Nel quartiere Obolonskyi di Kyiv, dentro una Lamborghini Urus, hanno trovato Konstantin Galich senza vita, con un colpo alla testa e una pistola registrata a suo nome accanto. La scoperta è arrivata poche ore dopo un Black Swan che ha travolto i mercati.
La polizia di Kyiv parla di suicidio come pista principale, tuttavia sottolinea che ogni dettaglio va verificato e che l’ipotesi di terzi coinvolti non è ancora archiviata. I familiari avrebbero ricevuto un messaggio di addio, citando difficoltà economiche.
Il contesto pesa come un macigno, perché il 10 ottobre i mercati hanno sbandato in maniera importante, con liquidazioni per circa 20 miliardi di dollari e Bitcoin sceso da 122.000 a sotto 110.000 dollari. Molti ordini di protezione non sono scattati in tempo.
JUST IN: 🇺🇦 Crypto investor and influencer Konstantin Galish found dead in Lamborghini amid historic market crash. pic.twitter.com/up18I09SJ8
— Whale Insider (@WhaleInsider) October 11, 2025
Crollo, panico e piste d’indagine
Nel frattempo online si rincorrono voci, alcune pesanti, dato che Galich gestiva capitali per figure influenti. Qualcuno parla di possibili ritorsioni dopo perdite ingenti, altri ricordano che l’imprenditore aveva tenuto profili di rischio moderati, lontani da leve estreme.
Qui entra il tema degli investitori che cercano price discovery rapida e, di conseguenza, finiscono schiacciati quando i mercati girano all’improvviso. È anche il momento in cui si moltiplicano i paragoni con le migliori crypto presale, spesso fuori luogo quando si valuta il rischio reale.
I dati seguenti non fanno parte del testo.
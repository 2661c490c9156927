"""``ballast-fit``: fit every curve of many files with one method, without a window.

Exit status: 0 when every curve was fitted, 1 when some could not be (the results
table is still written, with the ``error`` column filled), 2 for a usage error
(nothing fitted, nothing written).
"""
from __future__ import annotations

import argparse
import os
import re
import sys
from pathlib import Path

from .losses import LOSS_NAMES
from .weighting import normalise_rule

EXAMPLE = """\
example:
  ballast-fit plates/ --x "Dose" --y "Signal" --group Well \\
      --model "bottom + (top - bottom)/(1 + (x/ec50)**hill)" --loss huber \\
      --start top=100 --start bottom=0 --start ec50=1 --start hill=1 \\
      --out results.csv --report-dir reports/

  Every CSV/TSV/text/XLSX/ODS file under plates/ is read; each well of each file
  is one curve; results.csv gets one row per curve: source, sheet, group, y,
  n_used, n_excluded, converged, each parameter and u(parameter) (its standard
  uncertainty), scale, alpha, warnings, error.

  On a Dask cluster (pip install "ballast[cluster]" on this machine and on the
  workers):  ... --engine dask --scheduler tcp://scheduler-host:8786

exit status: 0 every curve fitted; 1 some curves failed (the table is still
written, their error column says why); 2 usage error (nothing written).
"""


class _Parser(argparse.ArgumentParser):
    def error(self, message):  # argparse's own usage errors: exit status 2
        self.print_usage(sys.stderr)
        self.exit(2, f"{self.prog}: error: {message}\n")


def _positive_int(text: str) -> int:
    try:
        n = int(text)
    except ValueError:
        raise argparse.ArgumentTypeError(f"expected a whole number, got {text!r}") from None
    if n < 1:
        raise argparse.ArgumentTypeError(f"must be at least 1, got {n}")
    return n


def _scale(text: str):
    if text.strip().lower() == "auto":
        return "auto"
    try:
        v = float(text)
    except ValueError:
        raise argparse.ArgumentTypeError(f"expected 'auto' or a positive number, got {text!r}") from None
    if not (v > 0 and v < float("inf")):
        raise argparse.ArgumentTypeError(f"a fixed scale must be a positive number, got {text!r}")
    return v


def _number(text: str) -> float:
    try:
        v = float(text)
    except ValueError:
        raise argparse.ArgumentTypeError(f"expected a number, got {text!r}") from None
    if v != v or v in (float("inf"), float("-inf")):
        raise argparse.ArgumentTypeError(f"expected a finite number, got {text!r}")
    return v


def _assignment(text: str) -> tuple[str, float]:
    m = re.fullmatch(r"\s*([A-Za-z_]\w*)\s*=\s*(\S+)\s*", text)
    if not m:
        raise argparse.ArgumentTypeError(f"expected NAME=VALUE, got {text!r}")
    return m.group(1), _number(m.group(2))


def build_parser() -> argparse.ArgumentParser:
    p = _Parser(
        prog="ballast-fit",
        description="Fit many curves with one method: every file (and every y column, "
                    "group and workbook sheet in it) is fitted the way the Ballast window "
                    "fits one data set, and the estimates go to one results table.",
        epilog=EXAMPLE, formatter_class=argparse.RawDescriptionHelpFormatter)
    p.add_argument("paths", nargs="+", metavar="PATH",
                   help="files or folders (folders are searched, with their subfolders, for "
                        "CSV, TSV, TXT, DAT, XLSX, XLSM and ODS files)")
    cols = p.add_argument_group("columns (a header name, or a 0-based position)")
    cols.add_argument("--x", required=True, metavar="COL", help="column of x")
    cols.add_argument("--y", required=True, action="append", metavar="COL",
                      help="column of y; give it several times for several curves per file")
    cols.add_argument("--sigma", metavar="COL", help="column of the standard uncertainties of y")
    cols.add_argument("--group", metavar="COL",
                      help="column whose cells (numbers or text: wells, batches) split a long "
                           "table into one curve per value")
    cols.add_argument("--exclude", metavar="COL",
                      help="column whose non-zero cells mark points left out of the fit")
    cols.add_argument("--sheet", metavar="NAME",
                      help="workbook sheet to read (default: every sheet that has the x column)")
    meth = p.add_argument_group("method (as in the window's method panel)")
    meth.add_argument("--model", required=True, metavar="NAME|FORMULA",
                      help="a built-in model name (e.g. line, exp_decay) or a formula in x, "
                           "e.g. \"a*exp(-x/tau) + c\"")
    meth.add_argument("--loss", default="l2", choices=LOSS_NAMES, metavar="NAME",
                      help=f"one of {', '.join(LOSS_NAMES)} (default: l2, least squares)")
    meth.add_argument("--scale", type=_scale, default="auto",
                      help="'auto' (robust estimate, default) or a fixed positive scale in units of y")
    meth.add_argument("--alpha", type=_number, help="shape of the general loss")
    meth.add_argument("--sigma-mode", choices=("absolute", "relative"), default="absolute",
                      help="sigma are known standard uncertainties (absolute, default) or "
                           "relative weights")
    meth.add_argument("--weighting", metavar="RULE",
                      help="calibration weighting rule (1/x, 1/x^2, 1/y, 1/y^2, power; default none)")
    meth.add_argument("--start", type=_assignment, action="append", default=[], metavar="NAME=VALUE",
                      help="start value of a parameter (repeatable)")
    meth.add_argument("--hold", type=_assignment, action="append", default=[], metavar="NAME=VALUE",
                      help="hold a parameter at a value (repeatable)")
    out = p.add_argument_group("output and running")
    out.add_argument("--out", required=True, metavar="FILE",
                     help="results table: CSV, or an Excel workbook when FILE ends in .xlsx")
    out.add_argument("--report-dir", metavar="DIR", help="write one HTML report per curve here")
    out.add_argument("--jobs", type=_positive_int, metavar="N",
                     help="worker processes (default: the number of cores); 1 fits in this process")
    out.add_argument("--engine", choices=("local", "dask"), default="local",
                     help="local processes (default) or a Dask distributed cluster "
                          "(needs pip install \"ballast[cluster]\")")
    out.add_argument("--scheduler", metavar="ADDRESS",
                     help="Dask scheduler, e.g. tcp://host:8786 (default with --engine dask: "
                          "a local cluster of --jobs workers started for this run)")
    out.add_argument("--quiet", action="store_true", help="no progress bar and no summary")
    return p


def _usage_error(parser, message: str) -> int:
    parser.print_usage(sys.stderr)
    print(f"{parser.prog}: error: {message}", file=sys.stderr)
    return 2


_UNSAFE = re.compile(r"[^\w.\-]+")


def _report_name(row, taken: set) -> str:
    parts = [Path(row.source).stem, row.sheet, row.group, row.y]
    stem = "_".join(_UNSAFE.sub("-", p).strip("-") for p in parts if p) or "curve"
    stem = stem[:120]
    name, k = f"{stem}.html", 2
    while name.lower() in taken:
        name, k = f"{stem}_{k}.html", k + 1
    taken.add(name.lower())
    return name


def main(argv=None) -> int:
    # one BLAS thread per process: the parallelism is the processes (set before numpy loads)
    for var in ("OPENBLAS_NUM_THREADS", "OMP_NUM_THREADS", "MKL_NUM_THREADS"):
        os.environ.setdefault(var, "1")
    parser = build_parser()
    args = parser.parse_args(argv)
    if args.scheduler and args.engine != "dask":
        return _usage_error(parser, "--scheduler needs --engine dask")
    if args.alpha is not None and args.loss != "general":
        return _usage_error(parser, "--alpha is the shape of the general loss: use it with --loss general")
    out = Path(args.out)
    if out.suffix.lower() not in (".csv", ".xlsx", ".txt", ""):
        return _usage_error(parser, f"--out must end in .csv or .xlsx, not {out.suffix!r}")
    if out.is_dir():
        return _usage_error(parser, f"--out {str(out)!r} is a folder; give a file name")
    if not out.parent.is_dir():
        return _usage_error(parser, f"the folder of --out ({out.parent}) does not exist")

    # here, not at the top: usage errors above answer before the fitting engine loads
    from .batch import BatchError, BatchSpec, _check_method, find_files, fit_sources, write_rows
    from .session import write_atomically
    from .solve import FitError

    options = {"scale": args.scale, "sigma_mode": args.sigma_mode}
    if args.alpha is not None:
        options["alpha"] = args.alpha
    if args.weighting:
        try:
            options["weighting"] = normalise_rule(args.weighting)
        except ValueError as exc:
            return _usage_error(parser, f"--weighting: {exc}")
    if args.start:
        options["p0"] = dict(args.start)
    if args.hold:
        options["fixed"] = dict(args.hold)
    spec = BatchSpec(x=args.x, ys=tuple(args.y), model=args.model, loss=args.loss, sigma=args.sigma,
                     group=args.group, exclude=args.exclude, sheet=args.sheet, options=options,
                     report=bool(args.report_dir))
    try:
        model = _check_method(spec.model, spec.loss, spec.options)
    except FitError as exc:
        return _usage_error(parser, f"--model/--loss: {exc}")
    names = list(model.param_names)
    for opt, given in (("--start", args.start), ("--hold", args.hold)):
        bad = sorted({n for n, _ in given} - set(names))
        if bad:
            return _usage_error(parser, f"{opt}: the model has no parameter {', '.join(bad)} "
                                        f"(its parameters: {', '.join(names)})")
    files, problems = find_files(args.paths)
    if problems:
        return _usage_error(parser, "; ".join(problems))
    report_dir = None
    if args.report_dir:
        report_dir = Path(args.report_dir)
        try:
            report_dir.mkdir(parents=True, exist_ok=True)
        except OSError as exc:
            return _usage_error(parser, f"--report-dir {str(report_dir)!r} cannot be made: "
                                        f"{exc.strerror or exc}")

    bar = None
    if not args.quiet:
        try:
            from tqdm import tqdm

            bar = tqdm(total=None, unit=" curve", file=sys.stderr, desc="fitting",
                       disable=not sys.stderr.isatty())
        except ImportError:  # the bar is a comfort, not a need
            bar = None
    failed: list = []
    taken: set = set()
    report_problems: list[str] = []

    def on_row(row):
        if row.error:
            failed.append(row)
        if report_dir is not None and row.report:
            try:
                write_atomically(report_dir / _report_name(row, taken), row.report.encode("utf-8"))
            except OSError as exc:
                report_problems.append(f"{row.source}: {exc.strerror or exc}")

    def strip(rows):
        for row in rows:
            on_row(row)
            yield row

    progress = bar.update if bar is not None else None
    try:
        rows = fit_sources(files, spec, jobs=args.jobs, engine=args.engine, scheduler=args.scheduler,
                           progress=progress)
        n = write_rows(out, strip(rows), names)
    except BatchError as exc:
        if bar is not None:
            bar.close()
        return _usage_error(parser, str(exc))
    except OSError as exc:
        if bar is not None:
            bar.close()
        print(f"{parser.prog}: error: could not write {out}: {exc.strerror or exc}", file=sys.stderr)
        return 2
    except KeyboardInterrupt:
        if bar is not None:
            bar.close()
        print(f"{parser.prog}: interrupted; {out} was not written", file=sys.stderr)
        return 130
    if bar is not None:
        bar.close()
    if not args.quiet:
        print(f"{n - len(failed)} of {n} curve(s) fitted; wrote {out}", file=sys.stderr)
        for row in failed[:10]:
            where = " / ".join(t for t in (row.source, row.sheet, row.group, row.y) if t)
            print(f"  failed: {where}: {row.error}", file=sys.stderr)
        if len(failed) > 10:
            print(f"  ... and {len(failed) - 10} more (see the error column)", file=sys.stderr)
        if report_dir is not None:
            print(f"reports in {report_dir}", file=sys.stderr)
    for text in report_problems[:5]:
        print(f"{parser.prog}: a report could not be written: {text}", file=sys.stderr)
    return 1 if failed or report_problems else 0


if __name__ == "__main__":  # python -m fitcore.cli
    sys.exit(main())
Secondo il suo entourage, Galich non amava le meme coin ad alta volatilità e preferiva grandi capitalizzazioni come BTC, ETH e SOL con leve basse. Proprio per questo, il colpo del 10 ottobre ha sorpreso anche chi era prudente.
Il profilo di Galich e la rete di soldi
A 32 anni, Galich era noto come Kostya Kudo e co-fondatore di Cryptology Key, una scuola di trading che dichiara oltre 12.000 studenti formati. Era anche un influencer operativo, più pratico che teorico, con un seguito solido.
Si parla di circa 65 milioni di dollari gestiti per clienti facoltosi, in Ucraina e all’estero. Circolano persino voci di legami con apparati d’intelligence, oltre a donazioni personali per la difesa del Paese, ma al momento sono solo rumor.
Il problema è che se la volatilità buca gli stop e i sistemi non eseguono gli ordini, si finisce liquidati prima di capire cosa stia succedendo. Le conseguenze, economiche e personali, possono diventare ingestibili.
C’è poi l’aspetto umano, spesso taciuto nel mondo crypto: la reputazione. Quando gestite denaro di “altri”, le relazioni diventano contratti invisibili che pesano più dei rendimenti. Se si rompe la fiducia, arrivano accuse, abbandoni, minacce.
Il nodo “responsabilità” nel trading per terzi
Gestire capitali altrui sembra una scorciatoia verso la crescita, tuttavia espone a rischi legali, reputazionali e psicologici che pochi raccontano. Se arriva uno shock improvviso, lo stress si moltiplica e le richieste di spiegazioni diventano incalzanti.
Ecco perché tanti professionisti preferiscono regole semplici, comunicazioni chiare e strategie replicabili. Non vi salvano da ogni imprevisto, ma riducono i danni quando il mercato si mette di traverso e impediscono reazioni impulsive che peggiorano i conti.
In questo quadro, l’ultima settimana ha ricordato che anche i profili considerati “solidi” possono crollare in ore. Nessuna strategia è invincibile, nessun influencer è infallibile, nessun conto è davvero al riparo dal verificarsi di un evento eccezionale.